Just hit the wire on the U.S. News Adventure Vehicles Awards and yeah, calling a 26-mile EV range a "campground bonus" is classic auto-journalism spin. That PHEV range is for errands, not off-grid exploring. On the Italy-England side, the scheduling clash picking up heat is a real story — host towns getting squeezed while the FA shrugs.

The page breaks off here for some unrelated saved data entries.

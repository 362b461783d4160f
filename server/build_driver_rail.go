package main

import (
	"fmt"
	"slices"
	"strconv"
	"strings"

	"lanternbook/calc"
	"lanternbook/web"
)

// What a rail and the bought drivers start with. All common practice, no
// source.
const (
	regulatorVolts = 1.25 // [V] between output and adjustment
	railBase       = 470  // [Ω] from the rail to each base: one open LED then hardly loads it
	railBias       = 5e-3 // [A] through a rail's pull-up or bias
	railPulldown   = 3300 // [Ω]
)

// railVolts is about what a rail stands at. [V]
func railVolts(b calc.Build, id string) float64 {
	i := slices.IndexFunc(b.Rails, func(r calc.Rail) bool { return r.ID == id })
	if i < 0 {
		return 0
	}
	switch r := b.Rails[i]; {
	case r.Kind == web.RailFollower && r.Control != nil:
		return controlVolts(*r.Control, b.Supply.Voltage.Typ) + sinkVBE
	case r.Kind == web.RailBuffered && r.Reference != nil:
		return r.Reference.Volts.Typ - sinkVBE
	case r.Reference != nil:
		return r.Reference.Volts.Typ
	}
	return 0
}

// railSink puts the string on the build's first rail, or makes one.
func (s starter) railSink(at string) error {
	npn, err := s.take(calc.TypeNPN)
	if err != nil {
		return err
	}
	id, volts := "", s.senseVolts()+sinkVBE
	if len(s.b.Rails) > 0 {
		id = s.b.Rails[0].ID
		volts = railVolts(s.b, id)
	} else if id, err = addRail(s.d, s.b, s.drawer); err != nil {
		return err
	}
	sense := max(volts-sinkVBE, shareOfSupply)
	return s.d.set(at, map[string]any{
		"kind": calc.KindRailSink, "rail": id, "npn": npn[0], "base_resistor": railBase,
		"sense": s.sense(preferred(sense / s.current)),
	})
}

func (s starter) opampSink(parts []string) map[string]any {
	ohms := s.senseOhms(preferred(s.senseVolts() / s.current))
	return map[string]any{
		"kind": calc.KindOpampSink, "opamp": parts[0], "fet": parts[1], "sense": s.sense(ohms),
		"control": map[string]any{"volts": rounded(ohms * s.current), "ohms": 0},
	}
}

func (s starter) regulator(parts []string) map[string]any {
	return map[string]any{
		"kind": calc.KindRegulator, "regulator": parts[0], "set": fitted(preferred(regulatorVolts/s.current), 0.01, s.current),
	}
}

func (s starter) module(parts []string) map[string]any {
	return map[string]any{"kind": calc.KindModule, "module": parts[0]}
}

// addRail puts a rail at the end, under the next free id: a follower set to the
// usual sense voltage.
func addRail(d *draft, b calc.Build, drawer []web.Stock) (string, error) {
	id := "main"
	for n := 2; slices.ContainsFunc(b.Rails, func(r calc.Rail) bool { return r.ID == id }); n++ {
		id = "rail " + strconv.Itoa(n)
	}
	s := starter{d: d, b: b, drawer: drawer, supply: b.Supply.Voltage.Typ}
	rail, err := s.rail(id, web.RailFollower)
	if err != nil {
		return "", err
	}
	return id, d.insert("/rails/-", rail)
}

// writeRail makes a rail another kind that stands at about the same voltage.
func writeRail(d *draft, at, kind string, b calc.Build, drawer []web.Stock) error {
	_, last := pointerSplit(at)
	i, err := strconv.Atoi(last)
	if err != nil || i >= len(b.Rails) {
		return errNoSuchRow
	}
	s := starter{d: d, b: b, drawer: drawer, supply: b.Supply.Voltage.Typ}
	rail, err := s.rail(b.Rails[i].ID, kind)
	if err != nil {
		return err
	}
	if b.Rails[i].FedBy != "" {
		rail["fed_by"] = b.Rails[i].FedBy
	}
	return d.set(at, rail)
}

// rail is a rail of a kind: at the voltage of the one that has its id, else at
// the usual one.
func (s starter) rail(id, kind string) (map[string]any, error) {
	volts := railVolts(s.b, id)
	if !(volts > 0) {
		volts = s.senseVolts() + sinkVBE
	}
	feed := fitted(preferred(max(s.supply-volts, s.supply/4)/railBias), 0.05, railBias)
	rail := map[string]any{"id": id, "kind": kind}
	held := func(v float64) map[string]any {
		return map[string]any{"volts": rounded(v), "tempco": 0, "ohms": 0}
	}
	switch kind {
	case web.RailFollower:
		pnp, err := s.take(calc.TypePNP)
		if err != nil {
			return nil, err
		}
		rail["pnp"], rail["pullup"] = pnp[0], feed
		rail["control"] = map[string]any{"volts": rounded(volts - sinkVBE), "ohms": 0}
	case web.RailReference:
		rail["reference"], rail["bias"] = held(volts), feed
	default:
		npn, err := s.take(calc.TypeNPN)
		if err != nil {
			return nil, err
		}
		rail["reference"], rail["bias"], rail["npn"] = held(volts+sinkVBE), feed, npn[0]
		rail["pulldown"] = fitted(railPulldown, 0.05, volts/railPulldown)
	}
	return rail, nil
}

// removeRail takes a rail away that no string hangs on.
func removeRail(d *draft, i int, b calc.Build) (renamed, error) {
	if i >= len(b.Rails) {
		return unmoved, errNoSuchRow
	}
	var on []string
	for _, s := range b.Strings {
		if r := s.Driver.RailSink; r != nil && r.Rail == b.Rails[i].ID {
			on = append(on, s.Label)
		}
	}
	if len(on) > 0 {
		return unmoved, calc.Invalid{{
			At:     "/rails/" + strconv.Itoa(i),
			Reason: fmt.Sprintf("%s still hang on rail %s: give them another driver first", strings.Join(on, ", "), b.Rails[i].ID),
		}}
	}
	if len(b.Rails) == 1 {
		return removedAt("/rails", i), d.remove("/rails")
	}
	return removeRow(d, "/rails", i)
}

The Mazda PR is built around "adventure," but 26 miles of EV range means the moment you leave pavement for a trailhead, you're running on a gas engine anyway, which undercuts the environmental halo they're pushing. I also wonder whether U.S. News factored in recharging infrastructure near national parks or BLM land into that award, because that's a real-world hurdle no

ok but the real angle nobody's touching is how the England squad's travel schedule is absolutely brutal — multiple flights between northern Italian host towns and training bases while Italy's team gets to basically commute from home. local papers in Turin and Milan are pissed about it, calling it a hidden advantage nobody at ESPN bothered to map out

The scheduling disparity argument holds weight — Italy hosting and having home-field logistics built in is genuinely overlooked by most American outlets. But circling back to the Mazda, idk about the take that 26 miles is just for errands; for a lot of national park campgrounds, that's exactly the distance to a trailhead and back plus a gas station run, so the PHEV range works

Just hit the wire: Mazda CX-90 PHEV wins U.S. News adventure award but the 26-mile EV range is basically a commuter badge, not a backcountry pass. Let's be real — most buyers will gas it up before they even hit dirt.